Of course the parents of this poor kid are to blame as well.  Juror #3 had it right when she said something to the effect of "How can any parent let their child sleep in a stange man's bed?", or something like that.  From now on, any parent that brings their kids to Neverland Ranch should be slapped with their own child endangerment charge.
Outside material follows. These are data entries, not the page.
package bench

import (
	"context"
	"errors"
	"fmt"
	"net/http"
	"sync"
	"time"

	"tenthmark/calc"
	"tenthmark/calc/decimal"
	"tenthmark/session"
)

// curveAnswer is the curve that was in force on a day.
type curveAnswer struct {
	Burette      string           `json:"burette"`
	At           session.Time     `json:"at"`  // the moment that was asked about
	Run          string           `json:"run"` // that the curve comes from
	Finished     session.Time     `json:"finished"`
	SupersededBy string           `json:"superseded_by,omitempty"`
	Curve        *calc.Curve      `json:"curve"`
	Conformity   *calc.Conformity `json:"conformity,omitempty"`
}

// curveShelf keeps the curves of published runs, which do not change any more.
type curveShelf struct {
	mu   sync.Mutex // guards kept; not held while a curve is computed
	kept map[string]*session.Document
}

const shelfSize = 200

func newCurveShelf() *curveShelf { return &curveShelf{kept: map[string]*session.Document{}} }

func (s *curveShelf) get(run string) *session.Document {
	s.mu.Lock()
	defer s.mu.Unlock()
	return s.kept[run]
}

func (s *curveShelf) put(run string, d *session.Document) {
	s.mu.Lock()
	defer s.mu.Unlock()
	if len(s.kept) >= shelfSize {
		clear(s.kept)
	}
	s.kept[run] = d
}

// at reads a day (its end counts, at the bench) or a moment; empty is now.
func (b *Bench) at(text string) (time.Time, error) {
	if text == "" {
		return b.Now(), nil
	}
	if day, err := time.ParseInLocation(time.DateOnly, text, b.Zone); err == nil {
		return day.AddDate(0, 0, 1).Add(-time.Millisecond), nil
	}
	if moment, err := time.Parse(time.RFC3339, text); err == nil {
		return moment, nil
	}
	return time.Time{}, session.Refuse("bad-time", fmt.Sprintf("%q is no day and no moment.", text), "Use a day like 2026-12-01, or a moment like 2026-12-01T09:30:00Z.")
}

func (b *Bench) curve(c *call) error {
	at, err := b.at(c.URL.Query().Get("at"))
	if err != nil {
		return err
	}
	answer, err := b.curveInForce(c.Context(), c.PathValue("burette"), at)
	if err != nil {
		return err
	}
	return c.reply(http.StatusOK, answer)
}

func (b *Bench) curveInForce(ctx context.Context, burette string, at time.Time) (*curveAnswer, error) {
	answer := &curveAnswer{Burette: burette, At: session.At(at)}
	err := b.view(ctx, func(book *session.Book) error {
		s, err := book.CurveInForce(burette, at)
		if err != nil {
			return err
		}
		answer.Run, answer.Finished, answer.SupersededBy = s.ID, s.FinishedAt, s.SupersededBy
		return nil
	})
	if err != nil {
		return nil, err
	}
	d := b.curves.get(answer.Run)
	if d == nil {
		d = &session.Document{}
		if err := b.Desk.ViewRun(ctx, answer.Run, func(r *session.Run) error { *d = r.Document(); return nil }); err != nil {
			return nil, err
		}
		b.curves.put(answer.Run, d)
	}
	if d.Curve == nil {
		return nil, fmt.Errorf("published run %s gives no curve", answer.Run)
	}
	answer.Curve, answer.Conformity = d.Curve, d.Conformity
	return answer, nil
}

// titrationsRequest is a table of titrations.
type titrationsRequest struct {
	Rows            []titrationRow `json:"rows"`
	ToReferenceTemp bool           `json:"to_reference_temp"` // convert to the titrant's volume at the burette's reference temperature
	UReadingML      decimal.Number `json:"u_reading_mL"`      // of each reading; left out: that of the calibration
	UTempC          decimal.Number `json:"u_temp_C"`
}

type titrationRow struct {
	Start decimal.Number `json:"start"`
	End   decimal.Number `json:"end"`
	TempC decimal.Number `json:"temp_C"`
	At    string         `json:"at"` // day or moment of the titration; left out: now
}

// titrationAnswer is one corrected row, or why it could not be corrected.
type titrationAnswer struct {
	Row int    `json:"row"` // from 1
	Run string `json:"run,omitempty"`
	*calc.TitrationResult
	Problem *problem `json:"problem,omitempty"`
}

const maxRows = 20_000

func (b *Bench) titrations(c *call) error {
	q, err := read[titrationsRequest](c, maxTable)
	if err != nil {
		return err
	}
	if len(q.Rows) == 0 || len(q.Rows) > maxRows {
		return session.Refuse("bad-table", fmt.Sprintf("The table has %d rows.", len(q.Rows)), fmt.Sprintf("Send 1 to %d rows; for more, use tenthmark correct.", maxRows))
	}
	burette := c.PathValue("burette")
	if err := b.mustKnow(c.Context(), burette); err != nil {
		return err
	}
	curves := map[string]*curveAnswer{}
	rows := make([]titrationAnswer, len(q.Rows))
	for i, row := range q.Rows {
		rows[i] = b.titration(c.Context(), burette, curves, q, row)
		rows[i].Row = i + 1
	}
	return c.reply(http.StatusOK, map[string]any{"burette": burette, "rows": rows})
}

func (b *Bench) mustKnow(ctx context.Context, burette string) error {
	return b.view(ctx, func(book *session.Book) error {
		_, err := book.CurveInForce(burette, b.Now())
		if session.FaultCode(err) == "unknown-burette" {
			return err
		}
		return nil
	})
}

// titration corrects one row. A row that cannot be corrected says why and does not
// stop the others.
func (b *Bench) titration(ctx context.Context, burette string, curves map[string]*curveAnswer, q titrationsRequest, row titrationRow) titrationAnswer {
	answer, err := b.curveFor(ctx, burette, curves, row.At)
	if err == nil {
		var result calc.TitrationResult
		if result, err = row.titrate(answer.Curve, q); err == nil {
			return titrationAnswer{Run: answer.Run, TitrationResult: &result}
		}
	}
	p := describe(err)
	p.Reference = ""
	return titrationAnswer{Problem: &p}
}

func (b *Bench) curveFor(ctx context.Context, burette string, curves map[string]*curveAnswer, text string) (*curveAnswer, error) {
	if known := curves[text]; known != nil {
		return known, nil
	}
	at, err := b.at(text)
	if err != nil {
		return nil, err
	}
	answer, err := b.curveInForce(ctx, burette, at)
	if err == nil {
		curves[text] = answer
	}
	return answer, err
}

func (row titrationRow) titrate(curve *calc.Curve, q titrationsRequest) (calc.TitrationResult, error) {
	if !row.Start.IsSet() || !row.End.IsSet() {
		return calc.TitrationResult{}, session.Refuse("reading-missing", "A reading is missing.", "Give start and end in mL.")
	}
	t := calc.Titration{StartML: row.Start.Float(), EndML: row.End.Float(), ToReferenceTemp: q.ToReferenceTemp}
	if row.TempC.IsSet() {
		t.HasTitrantTemp, t.TitrantTempC = true, row.TempC.Float()
	}
	if q.UReadingML.IsSet() {
		t.UReadingML = q.UReadingML.Float()
	}
	if q.UTempC.IsSet() {
		t.UTitrantTempC = q.UTempC.Float()
	}
	result, err := calc.Titrate(curve, t)
	return result, asTitrationFault(err, curve)
}

// asTitrationFault puts the causes that a row can have into the analyst's words.
func asTitrationFault(err error, curve *calc.Curve) error {
	var outside *calc.OutsideRange
	switch {
	case errors.Is(err, calc.ErrOutsideCurve):
		last := curve.Points[len(curve.Points)-1].ReadingML
		return session.Refuse("reading-outside-curve", fmt.Sprintf("A reading lies outside the calibrated range, %g to %g mL.", curve.FirstML, last), "A correction is never extrapolated: read within the range, or calibrate further.")
	case errors.As(err, &outside):
		return session.Refuse("temp-out-of-range", "The temperature lies outside the range of the formula: "+outside.Error()+".", "Give the titrant's temperature in °C.")
	}
	return err
}
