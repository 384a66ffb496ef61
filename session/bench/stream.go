package bench

import (
	"bytes"
	"context"
	"encoding/json"
	"errors"
	"fmt"
	"net/http"
	"strconv"
	"time"

	"tenthmark/session"
	"tenthmark/session/desk"
)

// Pace of a stream.
const (
	stationEvery = 100 * time.Millisecond // a station's state is sent at most that often
	stationBeat  = time.Second            // and at least that often, so that silence means a dead line
	slowAfter    = 5 * time.Second        // a client that does not take a message within this is dropped
	streamBatch  = 500                    // events read from the ledger at a time
)

// runNews is what the stream says about a run after each change.
type runNews struct {
	ID     string            `json:"id"`
	State  session.State     `json:"state"`
	Prompt string            `json:"prompt"`
	Awaits []session.Awaited `json:"awaits"`
	Doubt  *session.Doubt    `json:"doubt,omitempty"`
	Event  int64             `json:"event"` // number of the run's latest event
}

// stream sends server-sent events: station (live state), run (where a run stands),
// event (a line of the ledger as stored, its number as id) and trouble. What the desk
// announces only wakes it: the lines come from the ledger, so none is lost or doubled,
// whatever happens in between.
type stream struct {
	b       *Bench
	out     *http.ResponseController
	w       http.ResponseWriter
	last    int64             // number of the event sent last
	shown   map[string][]byte // station → what was sent of it last, without its age
	shownAt map[string]time.Time
}

func (b *Bench) stream(c *call) error {
	s := &stream{b: b, out: http.NewResponseController(c.w), w: c.w, shown: map[string][]byte{}, shownAt: map[string]time.Time{}}
	if err := s.begin(c); err != nil {
		return err
	}
	err := s.run(c.Context())
	if err != nil && c.Context().Err() == nil {
		b.Log.Info().Err(err).Msg("stream dropped")
		panic(http.ErrAbortHandler) // the answer has begun: cutting the line is all that is left
	}
	return nil
}

// begin finds where to go on from and opens the answer.
func (s *stream) begin(c *call) error {
	if err := s.resume(c); err != nil {
		return err
	}
	h := s.w.Header()
	h.Set("Content-Type", "text/event-stream")
	h.Set("X-Accel-Buffering", "no")
	// The server's own limits are for calls that end.
	if err := errors.Join(s.out.SetReadDeadline(time.Time{}), s.out.SetWriteDeadline(time.Time{})); err != nil && !errors.Is(err, http.ErrNotSupported) {
		return fmt.Errorf("begin stream: %w", err)
	}
	s.w.WriteHeader(http.StatusOK)
	return nil
}

func (s *stream) resume(c *call) error {
	text := c.Header.Get("Last-Event-ID")
	if text == "" {
		text = c.URL.Query().Get("last_event_id") // a page that reconnects by itself cannot set headers
	}
	size, err := s.b.Records.Size(c.Context())
	if err != nil {
		return err
	}
	s.last = size - 1
	if text == "" {
		return nil
	}
	last, err := strconv.ParseInt(text, 10, 64)
	if err != nil || last < -1 {
		return session.Refuse("bad-query", fmt.Sprintf("Last-Event-ID %q is no event's number.", text), "Send the id of the last event that arrived, or leave it out.")
	}
	s.last = min(last, s.last)
	return nil
}

// run sends until the client goes, is too slow, or the daemon stops.
func (s *stream) run(ctx context.Context) error {
	notices, stop := s.b.Desk.Listen()
	defer func() { stop() }()
	tick := time.NewTicker(stationEvery)
	defer tick.Stop()
	err := errors.Join(s.message("retry: 1000\n\n"), s.stations(), s.catchUp(ctx))
	for err == nil {
		select {
		case <-ctx.Done():
			return nil
		case <-s.b.closing:
			return nil
		case n, more := <-notices:
			if !more {
				// Behind, or the desk has stopped: then this one is closed at once.
				stop()
				if notices, stop = s.b.Desk.Listen(); !alive(notices) {
					return nil
				}
			}
			err = errors.Join(s.trouble(n), s.catchUp(ctx))
		case <-tick.C:
			err = s.stations()
		}
	}
	return err
}

// alive says whether a listener's channel is open.
func alive(notices <-chan desk.Notice) bool {
	select {
	case _, more := <-notices:
		return more
	default:
		return true
	}
}

// catchUp sends every event after the last one sent, and then where their runs stand.
func (s *stream) catchUp(ctx context.Context) error {
	touched := map[string]bool{}
	for {
		lines, err := s.b.Records.Events(ctx, Query{After: s.last, Limit: streamBatch})
		if err != nil {
			return err
		}
		for _, l := range lines {
			if err := s.send("event", strconv.FormatInt(l.Seq, 10), l.Line); err != nil {
				return err
			}
			s.last = l.Seq
			if e, err := session.DecodeEvent(l.Line); err == nil {
				touched[e.Subject] = true
			}
		}
		if len(lines) < streamBatch {
			return s.runs(ctx, touched)
		}
	}
}

// runs sends the news of those subjects that are runs at work.
func (s *stream) runs(ctx context.Context, touched map[string]bool) error {
	var news []runNews
	err := s.b.view(ctx, func(book *session.Book) error {
		for id := range touched {
			if r := book.Runs[id]; r != nil {
				news = append(news, newsOf(r))
			}
		}
		return nil
	})
	for _, n := range news {
		err = errors.Join(err, s.sendJSON("run", n))
	}
	return err
}

func newsOf(r *session.Run) runNews {
	n := runNews{ID: r.ID, State: r.State, Prompt: r.Prompt(), Awaits: r.Awaits(), Event: r.Last}
	for _, a := range n.Awaits {
		if a.Fact == "answer" {
			n.Doubt = r.DoubtAbout(r.Delivery(a.Delivery))
		}
	}
	return n
}

func (s *stream) trouble(n desk.Notice) error {
	if n.Trouble == nil {
		return nil
	}
	p := describe(n.Trouble)
	return s.sendJSON("trouble", map[string]string{"code": p.Code, "detail": p.Detail, "hint": p.Hint})
}

// stations sends the state of each station that changed, and of each from time to time.
func (s *stream) stations() error {
	now := time.Now()
	for _, st := range s.b.Stations.List() {
		full, err := json.Marshal(st)
		if err != nil {
			return fmt.Errorf("encode station: %w", err)
		}
		if st.Live != nil {
			still := *st.Live
			still.AgeMS = 0
			st.Live = &still
		}
		ageless, err := json.Marshal(st)
		if err != nil {
			return fmt.Errorf("encode station: %w", err)
		}
		if bytes.Equal(ageless, s.shown[st.Name]) && now.Sub(s.shownAt[st.Name]) < stationBeat {
			continue
		}
		s.shown[st.Name], s.shownAt[st.Name] = ageless, now
		if err := s.send("station", "", full); err != nil {
			return err
		}
	}
	return nil
}

func (s *stream) sendJSON(name string, v any) error {
	data, err := json.Marshal(v)
	if err != nil {
		return fmt.Errorf("encode %s: %w", name, err)
	}
	return s.send(name, "", data)
}

// send writes one event. data is one line.
func (s *stream) send(name, id string, data []byte) error {
	text := "event: " + name + "\n"
	if id != "" {
		text += "id: " + id + "\n"
	}
	return s.message(text + "data: " + string(data) + "\n\n")
}

func (s *stream) message(text string) error {
	if err := s.out.SetWriteDeadline(time.Now().Add(slowAfter)); err != nil && !errors.Is(err, http.ErrNotSupported) {
		return err
	}
	if _, err := s.w.Write([]byte(text)); err != nil {
		return fmt.Errorf("stream: %w", err)
	}
	return s.out.Flush()
}
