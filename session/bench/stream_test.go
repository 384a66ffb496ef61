package bench

import (
	"bufio"
	"bytes"
	"context"
	"encoding/json"
	"errors"
	"fmt"
	"io"
	"net/http"
	"strconv"
	"strings"
	"testing"
	"testing/synctest"
	"time"

	"tenthmark/session"
)

// message is one server-sent event.
type message struct {
	name, id string
	data     []byte
}

// hearing is an open stream.
type hearing struct {
	t    *testing.T
	body io.ReadCloser
	in   *bufio.Reader
}

func (l *laboratory) hear(lastID string) *hearing {
	l.t.Helper()
	ctx, cancel := context.WithCancel(context.Background())
	req, err := http.NewRequestWithContext(ctx, "GET", l.server.URL+"/api/v1/stream", nil)
	if err != nil {
		l.t.Fatal(err)
	}
	if lastID != "" {
		req.Header.Set("Last-Event-ID", lastID)
	}
	resp, err := l.server.Client().Do(req)
	if err != nil {
		l.t.Fatal(err)
	}
	l.t.Cleanup(func() { cancel(); resp.Body.Close() })
	if kind := resp.Header.Get("Content-Type"); kind != "text/event-stream" {
		l.t.Fatalf("stream is %q", kind)
	}
	return &hearing{l.t, resp.Body, bufio.NewReader(resp.Body)}
}

// next gives the next message with a name.
func (h *hearing) next(name string) message {
	h.t.Helper()
	for {
		var m message
		for {
			line, err := h.in.ReadBytes('\n')
			if err != nil {
				h.t.Fatalf("waiting for %q: %v", name, err)
			}
			line = bytes.TrimSuffix(line, []byte("\n"))
			if len(line) == 0 {
				break
			}
			field, value, _ := bytes.Cut(line, []byte(": "))
			switch string(field) {
			case "event":
				m.name = string(value)
			case "id":
				m.id = string(value)
			case "data":
				m.data = value
			}
		}
		if m.name == name {
			return m
		}
	}
}

func TestTheStreamTellsStationsRunsAndEvents(t *testing.T) {
	l, run := opened(t, shortPlan)
	h := l.hear("")
	var s Station
	if err := json.Unmarshal(h.next("station").data, &s); err != nil || s.Name != "bench-1" || s.Live.Text != "45.1234" {
		t.Errorf("station %+v, %v", s, err)
	}
	l.must(200, "POST", run+"/facts", `{"reading":"0.00"}`)
	e := h.next("event")
	lines := l.record.all()
	if !bytes.Equal(e.data, lines[len(lines)-1]) || e.id != strconv.Itoa(len(lines)-1) {
		t.Errorf("event %s with id %q, stored %s", e.data, e.id, lines[len(lines)-1])
	}
	var news runNews
	if err := json.Unmarshal(h.next("run").data, &news); err != nil || news.State != session.Open || news.Prompt != "Put the empty vessel on the pan." || len(news.Awaits) == 0 {
		t.Errorf("run %+v, %v", news, err)
	}
}

func TestTheStreamGoesOnWhereItWasLeft(t *testing.T) {
	l, run := opened(t, shortPlan)
	l.whole(run)
	all := len(l.record.all())
	h := l.hear("4")
	for want := 5; want < all; want++ {
		if e := h.next("event"); e.id != strconv.Itoa(want) || !bytes.Equal(e.data, l.record.all()[want]) {
			t.Fatalf("event %q where %d was to come", e.id, want)
		}
	}
	l.must(200, "POST", run+"/suspend", `{"reason":"pause"}`)
	if e := h.next("event"); e.id != strconv.Itoa(all) {
		t.Errorf("the next event is %q, want %d", e.id, all)
	}
	if e := l.hear("-1").next("event"); e.id != "0" {
		t.Errorf("from the beginning: %q", e.id)
	}
	fresh := l.hear(strconv.Itoa(1_000_000)) // from a ledger that was longer: nothing is repeated
	l.must(200, "POST", run+"/resume", `{"reason":"on"}`)
	if e := fresh.next("event"); e.id != strconv.Itoa(all+1) {
		t.Errorf("after an id that is not there yet: %q, want %d", e.id, all+1)
	}
}

// A backlog longer than the desk keeps for a listener is read from the ledger: nothing is
// missing and nothing comes twice.
func TestTheStreamMissesNothingInAFlood(t *testing.T) {
	l, run := opened(t, shortPlan)
	h := l.hear("")
	h.next("station")
	first := len(l.record.all())
	const flood = 600
	_, err := l.desk.Do(t.Context(), session.Station("bench-1"), func(*session.Book) ([]session.Draft, error) {
		drafts := make([]session.Draft, flood)
		for i := range drafts {
			drafts[i] = session.Draft{Kind: session.LogSample, Subject: "bench-1", Body: map[string]int{"i": i}}
		}
		return drafts, nil
	})
	if err != nil {
		t.Fatal(err)
	}
	for i := range flood {
		if e := h.next("event"); e.id != strconv.Itoa(first+i) {
			t.Fatalf("event %q where %d was to come", e.id, first+i)
		}
	}
	l.must(200, "POST", run+"/facts", `{"reading":"0.00"}`)
	if e := h.next("event"); e.id != strconv.Itoa(first+flood) {
		t.Errorf("after the flood: %q", e.id)
	}
}

func TestOpenStreamsDoNotHoldUpAShutdown(t *testing.T) {
	l := open(t, nil)
	h := l.hear("")
	h.next("station")
	ctx, cancel := context.WithTimeout(t.Context(), 20*time.Second)
	defer cancel()
	if err := l.server.Config.Shutdown(ctx); err != nil {
		t.Errorf("shutdown with an open stream: %v", err)
	}
	if _, err := io.ReadAll(h.in); err != nil {
		t.Errorf("the stream did not end in order: %v", err)
	}
}

// When the ledger takes nothing, the page hears of it at once.
func TestTroubleIsTold(t *testing.T) {
	l, run := opened(t, shortPlan)
	h := l.hear("")
	h.next("station")
	l.record.mu.Lock()
	l.record.fail = &session.Fault{Code: "disk-full", Message: "The disk is full.", Hint: "Make room.", Err: errors.New("no space")}
	l.record.mu.Unlock()
	if a := l.call("POST", run+"/facts", `{"reading":"0.00"}`); a.status != 503 || a.code() != "disk-full" {
		t.Errorf("an entry that cannot be recorded: %d %s", a.status, a.text)
	}
	if m := h.next("trouble"); !bytes.Contains(m.data, []byte("Make room.")) {
		t.Errorf("told %s", m.data)
	}
}

// stuck is a connection whose other side takes nothing: a write ends with its deadline.
type stuck struct {
	header   http.Header
	deadline time.Time
	free     int // messages that are taken before it sticks
}

func (s *stuck) Header() http.Header                 { return s.header }
func (s *stuck) WriteHeader(int)                     {}
func (s *stuck) FlushError() error                   { return nil }
func (s *stuck) SetReadDeadline(time.Time) error     { return nil }
func (s *stuck) SetWriteDeadline(at time.Time) error { s.deadline = at; return nil }
func (s *stuck) Write(p []byte) (int, error) {
	if s.free--; s.free >= 0 {
		return len(p), nil
	}
	if s.deadline.IsZero() {
		return 0, errors.New("a stream wrote without a deadline: it would hang for ever")
	}
	time.Sleep(time.Until(s.deadline))
	return 0, fmt.Errorf("write: %w", errTimedOut)
}

var errTimedOut = errors.New("deadline passed")

// In a bubble of its own time, a client that takes nothing is dropped after slowAfter, and
// the line is cut rather than ended as if all had been said.
func TestASlowClientIsDropped(t *testing.T) {
	synctest.Test(t, func(t *testing.T) {
		l := quietBench(t)
		w := &stuck{header: http.Header{}, free: 5}
		began := time.Now()
		var cut any
		func() {
			defer func() { cut = recover() }()
			r, err := http.NewRequestWithContext(t.Context(), "GET", "/api/v1/stream", nil)
			if err != nil {
				t.Fatal(err)
			}
			_ = l.stream(&call{r, w, person{}})
		}()
		if cut != http.ErrAbortHandler {
			t.Errorf("the stream ended with %v, want the line cut", cut)
		}
		if took := time.Since(began); took < slowAfter || took > slowAfter+10*stationBeat {
			t.Errorf("dropped after %v", took)
		}
	})
}

// A station that changes with every frame is told at most once in stationEvery.
func TestStationsAreToldAtABoundedPace(t *testing.T) {
	synctest.Test(t, func(t *testing.T) {
		b := quietBench(t)
		busy, is := b.Stations.(*restless)
		if !is {
			t.Fatal("not the restless stations")
		}
		ctx, cancel := context.WithTimeout(t.Context(), 3*time.Second)
		defer cancel()
		r, err := http.NewRequestWithContext(ctx, "GET", "/api/v1/stream", nil)
		if err != nil {
			t.Fatal(err)
		}
		w := &kept{header: http.Header{}}
		if err := b.stream(&call{r, w, person{}}); err != nil {
			t.Fatal(err)
		}
		told := strings.Count(w.String(), "event: station")
		if most := int(3*time.Second/stationEvery) + 1; told > most || told < most-2 || busy.asked < told {
			t.Errorf("told %d times in 3 s, want about %d", told, most)
		}
	})
}

// kept is a connection that keeps what was written.
type kept struct {
	strings.Builder
	header http.Header
}

func (k *kept) Header() http.Header              { return k.header }
func (k *kept) WriteHeader(int)                  {}
func (k *kept) FlushError() error                { return nil }
func (k *kept) SetReadDeadline(time.Time) error  { return nil }
func (k *kept) SetWriteDeadline(time.Time) error { return nil }

// restless is a station whose value changes whenever somebody looks.
type restless struct{ asked int }

func (r *restless) List() []Station {
	r.asked++
	return []Station{{Name: "bench-1", State: Online, Live: &Live{Text: strconv.Itoa(r.asked), Unit: "g"}}}
}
Fortunately we live in a country that does the best it can at keeping innocent citizens out of prison.  The problem is some of the guilty ones are also allowed to roam free.


----------



## dmc (Jun 14, 2005)

I didnt trust the accusers from the start..
And niether did the jury..

And thats how justice works...  

I don't neccessarily believe that he did it..  I think he's a freaky Peter Pan dude that still thinks he's a little kid...  And since he's so child like people want to take him to the cleaners...

Bitch all you want - accuse all you want..  He's free..  The people have spoken...


----------



## thetrailboss (Jun 14, 2005)

riverc0il said:
			
		

> c'mon guys.  we know MJ is a wacko, but remember the  burden of proof in a criminal case is "beyond a reasonable doubt."  add to that burden or proof the need to get a group of "peers" (if such a thing exists in such superstar cases) to all agree to that verbage on any one count and it's pretty difficult to convict.  just like the juice, everyone knew he was guilty of "something" - but that isn't enough to convict in the court of law.  honestly, i didn't even follow this case...  superstar legal battles are f'd up television spectaculars that are more about selling ad space and movie rights than justice.  but that's the way the system works, though it hardly works right in these types of celebrity cases.
> 
> how about opinion from our resident legal expert, thetrailboss?



I concur with you, riverc0il.  The prosecution did not really build a solid case..they should not have relied so much upon a questionable witness.  

I have avoided this case like the plague.  The mass hysteria complete with doves was just too much  :roll: 

In legal terms, the only folks who saw all of the evidence and all of the facts were the jury...and as you said, riverc0il, they still found a reasonable doubt.  That's all a defense has to do...create some doubt, and they did.  Did Jacko do something?  Quite possibly.  At this time though the jury did not find the witnesses credible enough.  

And by the way Stephen, that "liberal judge" did not render this verdict...as any good American who passed civics would know, a jury "consisting of ones peers" made the decision  :wink:   Again, simply chastising the judicial branch will not improve anything.    :roll:


----------



## dmc (Jun 14, 2005)

thetrailboss said:
			
		

> And by the way Stephen, that "liberal judge" did not render this verdict...as any good American would know, the jury made the decision  :wink:   Again, simply chastising the judicial branch will not improve anything.   :wink:



Thank you..  

I suppose somehow it's Clintons fault now...


----------



## ctenidae (Jun 14, 2005)

One of the jurors aid they thought he had probably done something, but they didn't see evidence proving he'd done exactly what he was charged with. 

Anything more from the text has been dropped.